The new analyses (Presentation #P1199) will be featured in the
late-breaking research session on October 27, 2022, at the 38th
Congress of the European Committee for Treatment and Research in
Multiple Sclerosis (ECTRIMS), taking place in Amsterdam, the
Netherlands.
“These data are of clinical importance for physicians treating
multiple sclerosis, because they provide a greater understanding of
how COVID-19 infections and vaccinations interplay with Zeposia
treatment,” said Bruce Cree, MD, PhD, MAS, study investigator and
professor of Clinical Neurology, University of California San
Francisco (UCSF) Weill Institute for Neurosciences and Clinical
Research Director, UCSF MS Center. “Regardless of prior COVID-19
exposure, most participants mounted an immune response following
COVID-19 vaccination without experiencing adverse events, in
contrast to some reports of other S1P modulators that described no
response, adding insight to the treatment decision making
process.”
Additional key Bristol Myers Squibb data presentations at
ECTRIMS 2022 include:
- Interim analyses of the ongoing Phase 3 DAYBREAK OLE study
showed that 68% of participants were relapse-free and demonstrated
an adjusted annualized relapse rate (ARR) of 0.099 at up to 74
months of treatment. Findings also showed long-term efficacy was
sustained on MRI measures after 60 months of treatment, with a mean
number of new and enlarging T2 lesions per scan of 0.98, and on
disability progression in up to 74 months of treatment, with a
6-month confirmed disability progression of 14%. Treatment emergent
adverse events (TEAEs) were reported in 88% of participants, with
14% of participants reporting serious TEAEs; 3.6% of participants
discontinued treatment due to TEAEs. (Presentation #P334; Author:
Krzysztof Selmaj)
- Post hoc analyses of the Phase 3 SUNBEAM, RADIANCE and DAYBREAK
OLE studies demonstrated that a greater proportion of patients
treated with Zeposia versus interferon beta-1a had a lower
annualized rate of brain volume loss (SUNBEAM study, Month 12:
50.9% versus 37.5%, respectively; RADIANCE study, Month 24: 63.1%
versus 50%, respectively).

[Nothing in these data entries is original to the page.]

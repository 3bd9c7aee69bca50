package org.halyard.targets;

import org.halyard.grid.Grid;
import org.halyard.grid.GridGeometry;

/**
 * The slowly varying level of a grid: the median of square tiles, interpolated between tile centres.
 *
 * <p><b>Why:</b> the analytic signal of geology, of a cable's flank or of a poorly levelled block raises
 * the level over tens of metres; a pick or ridge must stand out of its surroundings, not out of the median
 * of the whole survey.
 *
 * <p><b>Algorithm:</b> tiles of {@code tileM} (rounded to whole cells, at least 3) from the north-west
 * corner; each tile's level is the median of its non-blank cells (a target covering less than half a tile
 * barely moves it; Hampel 1974, J. Am. Stat. Assoc. 69, 383-393); a tile with no data takes the median of
 * the whole grid. Bilinear interpolation between tile centres, held constant beyond the outer centres.
 *
 * <p><b>Limitations:</b> features wider than half a tile are partly absorbed into the level.
 *
 * <p><b>Thread safety:</b> immutable.
 */
final class LocalBackground {

    private final GridGeometry geo;
    private final int tile, tilesX, tilesY;
    private final double[] level;

    private LocalBackground(GridGeometry geo, int tile, int tilesX, int tilesY, double[] level) {
        this.geo = geo;
        this.tile = tile;
        this.tilesX = tilesX;
        this.tilesY = tilesY;
        this.level = level;
    }

    /**
     * The tile medians of {@code g} (any unit) for tiles of about {@code tileM} metres; {@code global} is
     * the level given to tiles without data.
     */
    static LocalBackground of(Grid g, double tileM, double global) {
        GridGeometry geo = g.geometry();
        int t = Math.max(3, (int) Math.round(tileM / geo.cellSize()));
        int tx = (geo.columns() + t - 1) / t, ty = (geo.rows() + t - 1) / t;
        double[] level = new double[tx * ty];
        double[] buf = new double[t * t];
        for (int j = 0; j < ty; j++) {
            for (int i = 0; i < tx; i++) {
                int n = 0;
                for (int r = j * t; r < Math.min(geo.rows(), (j + 1) * t); r++) {
                    for (int c = i * t; c < Math.min(geo.columns(), (i + 1) * t); c++) {
                        float v = g.get(c, r);
                        if (!Float.isNaN(v)) {
                            buf[n++] = v;
                        }
                    }
                }
                level[j * tx + i] = n == 0 ? global : NoiseEstimate.median(java.util.Arrays.copyOf(buf, n));
            }
        }
        return new LocalBackground(geo, t, tx, ty, level);
    }

    /** The level at cell (col, row), in the grid's unit. */
    double at(int col, int row) {
        // Tile centres sit at (i + 0.5) t - 0.5 in cell units.
        double fx = clamp((col + 0.5) / tile - 0.5, tilesX - 1), fy = clamp((row + 0.5) / tile - 0.5, tilesY - 1);
        int i0 = (int) Math.floor(fx), j0 = (int) Math.floor(fy);
        int i1 = Math.min(i0 + 1, tilesX - 1), j1 = Math.min(j0 + 1, tilesY - 1);
        double u = fx - i0, v = fy - j0;
        return (level[j0 * tilesX + i0] * (1 - u) + level[j0 * tilesX + i1] * u) * (1 - v)
                + (level[j1 * tilesX + i0] * (1 - u) + level[j1 * tilesX + i1] * u) * v;
    }

    private static double clamp(double f, int max) {
        return Math.max(0, Math.min(max, f));
    }

    /** The grid's geometry. */
    GridGeometry geometry() {
        return geo;
    }
}
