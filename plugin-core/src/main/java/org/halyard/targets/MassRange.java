package org.halyard.targets;

/**
 * A range of steel masses consistent with a magnetic moment.
 *
 * @param minKg    lightest: an elongated body magnetised along its length, kg
 * @param sphereKg a permeable steel sphere, kg
 * @param maxKg    heaviest: an elongated body magnetised across its length, kg
 */
public record MassRange(double minKg, double sphereKg, double maxKg) {
}
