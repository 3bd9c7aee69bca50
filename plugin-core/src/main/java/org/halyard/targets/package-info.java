/**
 * From grids and line samples to a target list: peak picking on the analytic signal, Euler deconvolution,
 * three-dimensional dipole fits, moment-to-mass ranges, burial below the seabed, linear features (cables,
 * pipelines, chains) and their matching to charted infrastructure. {@link org.halyard.targets.TargetAnalysis}
 * is the facade the pipeline calls.
 *
 * <p>Frame for the whole package: x east, y north, metres of a projected CRS; z and depth positive
 * <b>down</b>; fields in nT, gradients in nT/m, moments in A m2, angles in degrees at every interface.
 *
 * <p>Depends on {@code org.halyard.grid}, {@code org.halyard.model}, JTS and Commons Math; must not depend
 * on GeoTools, GeoPackage or any other Halyard package.
 */
package org.halyard.targets;
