package org.halyard.targets;

import java.util.Optional;

/**
 * One characterised pick: a row of {@code targets.csv}.
 *
 * @param id               1-based, strongest pick first
 * @param x                easting, m (dipole fit where it succeeded, else Euler, else the pick)
 * @param y                northing, m
 * @param targetClass      discrete object or pick on a linear feature
 * @param depthBelowSensor depth of the source under the sensor level, m, positive down; {@code NaN} unknown
 * @param depthMethod      which estimate gave the depth: {@code dipole-fit}, {@code euler-si3},
 *                         {@code euler-si2} or {@code none}
 * @param burial           burial below the seabed (see {@link Burial})
 * @param amplitude        peak analytic signal, nT/m
 * @param euler            the Euler solution, if one was accepted
 * @param fit              the dipole fit, if one succeeded (discrete picks only)
 * @param mass             steel mass range from the fitted moment, if there is one
 * @param asset            matched infrastructure id, empty when none
 */
public record Target(int id, double x, double y, TargetClass targetClass, double depthBelowSensor,
                     String depthMethod, Burial burial, double amplitude, Optional<EulerSolution> euler,
                     Optional<DipoleFitResult> fit, Optional<MassRange> mass, Optional<String> asset) {

    /** Fitted moment magnitude, A m2; {@code NaN} without a fit. */
    public double momentAm2() {
        return fit.map(f -> f.dipole().moment()).orElse(Double.NaN);
    }
}
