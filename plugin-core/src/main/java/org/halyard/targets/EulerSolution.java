package org.halyard.targets;

/**
 * One accepted Euler deconvolution solution.
 *
 * @param x               easting of the source, m
 * @param y               northing of the source, m
 * @param depth           depth of the source below the observation level, m, positive down
 * @param background      the constant background B of the Euler equation, nT
 * @param depthSigma      standard error of the depth from the least-squares covariance, m
 * @param structuralIndex N used
 * @param windowM         side of the window that gave this solution, m
 * @param samples         number of grid cells in the solve
 */
public record EulerSolution(double x, double y, double depth, double background, double depthSigma,
                            double structuralIndex, double windowM, int samples) {

    /** sigma(depth) / depth. */
    public double relativeDepthError() {
        return depthSigma / Math.abs(depth);
    }
}
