package org.halyard.targets;

/** What a pick is taken to be. */
public enum TargetClass {
    /** A compact object: ordnance, anchor, debris. */
    DISCRETE,
    /** A pick on a linear feature: cable, pipeline, chain. */
    LINEAR;

    /** The label written in outputs: {@code discrete} or {@code linear}. */
    public String label() {
        return name().toLowerCase(java.util.Locale.ROOT);
    }
}
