package org.halyard.targets;

import java.util.List;
import java.util.Optional;
import org.halyard.grid.Grid;
import org.halyard.model.FieldDirection;

/**
 * What {@link TargetAnalysis} works on.
 *
 * @param grids            total field (nT) and its derivatives (nT/m, z down) at the sensor level
 * @param analyticSignal   the analytic signal to pick on (nT/m), or empty to compute it from {@code grids}
 * @param samples          line samples of every sensor for the dipole fits ({@link LineSamples#NONE} for none)
 * @param field            Earth-field direction (inclination positive down, declination clockwise from north)
 * @param fieldIntensityNt main-field intensity, nT, for the moment-to-mass relation
 * @param bathymetry       seabed depth below the sea surface (m, positive down), or empty
 * @param assets           charted infrastructure in the grids' CRS (may be empty)
 */
public record TargetInputs(FieldGrids grids, Optional<Grid> analyticSignal, LineSamples samples,
                           FieldDirection field, double fieldIntensityNt, Optional<Grid> bathymetry,
                           List<Asset> assets) {

    public TargetInputs {
        if (!(fieldIntensityNt > 0)) {
            throw new IllegalArgumentException("main-field intensity must be a positive number of nT, got "
                    + fieldIntensityNt);
        }
        analyticSignal.ifPresent(a -> {
            if (!a.geometry().equals(grids.total().geometry())) {
                throw new IllegalArgumentException("analytic-signal grid must share the total-field grid's geometry");
            }
        });
        assets = List.copyOf(assets);
    }

    /** The grid peaks and ridges are picked on, nT/m. */
    public Grid pickGrid() {
        return analyticSignal.orElseGet(grids::analyticSignal);
    }
}
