package org.halyard.targets;

import java.util.Arrays;

/**
 * A bucket index over the horizontal positions of {@link LineSamples}, for the many "samples near this
 * pick" queries of a survey with millions of readings.
 *
 * <p><b>Algorithm:</b> samples sorted by square bucket (counting sort); a query scans the buckets its
 * circle touches. Cost per query proportional to the samples in those buckets.
 *
 * <p><b>Thread safety:</b> immutable after construction.
 */
public final class SampleIndex {

    private final LineSamples samples;
    private final double bucket;
    private final double x0, y0;
    private final int nx, ny;
    /** Sample indices ordered by bucket; bucket b holds {@code order[start[b] .. start[b+1])}. */
    private final int[] order;
    private final int[] start;

    /**
     * Indexes {@code samples} with square buckets of {@code bucketM} metres (about the query radius).
     */
    public SampleIndex(LineSamples samples, double bucketM) {
        if (!(bucketM > 0)) {
            throw new IllegalArgumentException("sample index bucket must be positive metres, got " + bucketM);
        }
        this.samples = samples;
        this.bucket = bucketM;
        double[] x = samples.x(), y = samples.y();
        double minX = Arrays.stream(x).min().orElse(0), maxX = Arrays.stream(x).max().orElse(0);
        double minY = Arrays.stream(y).min().orElse(0), maxY = Arrays.stream(y).max().orElse(0);
        x0 = minX;
        y0 = minY;
        nx = (int) Math.min(1 << 15, Math.floor((maxX - minX) / bucketM) + 1);
        ny = (int) Math.min(1 << 15, Math.floor((maxY - minY) / bucketM) + 1);
        int[] key = new int[x.length];
        start = new int[nx * ny + 1];
        for (int i = 0; i < x.length; i++) {
            key[i] = bucketOf(x[i], y[i]);
            start[key[i] + 1]++;
        }
        for (int b = 0; b < nx * ny; b++) {
            start[b + 1] += start[b];
        }
        order = new int[x.length];
        int[] fill = Arrays.copyOf(start, start.length);
        for (int i = 0; i < x.length; i++) {
            order[fill[key[i]]++] = i;
        }
    }

    /** The samples indexed. */
    public LineSamples samples() {
        return samples;
    }

    private int bucketOf(double x, double y) {
        int bx = (int) Math.max(0, Math.min(nx - 1, Math.floor((x - x0) / bucket)));
        int by = (int) Math.max(0, Math.min(ny - 1, Math.floor((y - y0) / bucket)));
        return by * nx + bx;
    }

    /** Indices of the samples within {@code radius} metres (horizontally) of (px, py), ascending. */
    public int[] near(double px, double py, double radius) {
        if (samples.size() == 0) {
            return new int[0];
        }
        int bx0 = (int) Math.max(0, Math.floor((px - radius - x0) / bucket));
        int bx1 = (int) Math.min(nx - 1, Math.floor((px + radius - x0) / bucket));
        int by0 = (int) Math.max(0, Math.floor((py - radius - y0) / bucket));
        int by1 = (int) Math.min(ny - 1, Math.floor((py + radius - y0) / bucket));
        double r2 = radius * radius;
        double[] x = samples.x(), y = samples.y();
        int[] out = new int[64];
        int n = 0;
        for (int by = by0; by <= by1; by++) {
            for (int bx = bx0; bx <= bx1; bx++) {
                int b = by * nx + bx;
                for (int k = start[b]; k < start[b + 1]; k++) {
                    int i = order[k];
                    double dx = x[i] - px, dy = y[i] - py;
                    if (dx * dx + dy * dy <= r2) {
                        if (n == out.length) {
                            out = Arrays.copyOf(out, 2 * n);
                        }
                        out[n++] = i;
                    }
                }
            }
        }
        int[] r = Arrays.copyOf(out, n);
        Arrays.sort(r);
        return r;
    }
}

In patients continuously treated with
Zeposia, those with low annualized rate of brain volume loss
(ARBVL) showed higher cognitive processing speed as measured by the
mean symbol digits modalities test compared with those with high
ARBVL (SUNBEAM study into OLE study, Month 60: 52.7 versus 45.4;
RADIANCE study into OLE study, Month 72: 50.5 versus 40.5,
respectively). (Author: Bruno Brochet; e-Poster #EP1082)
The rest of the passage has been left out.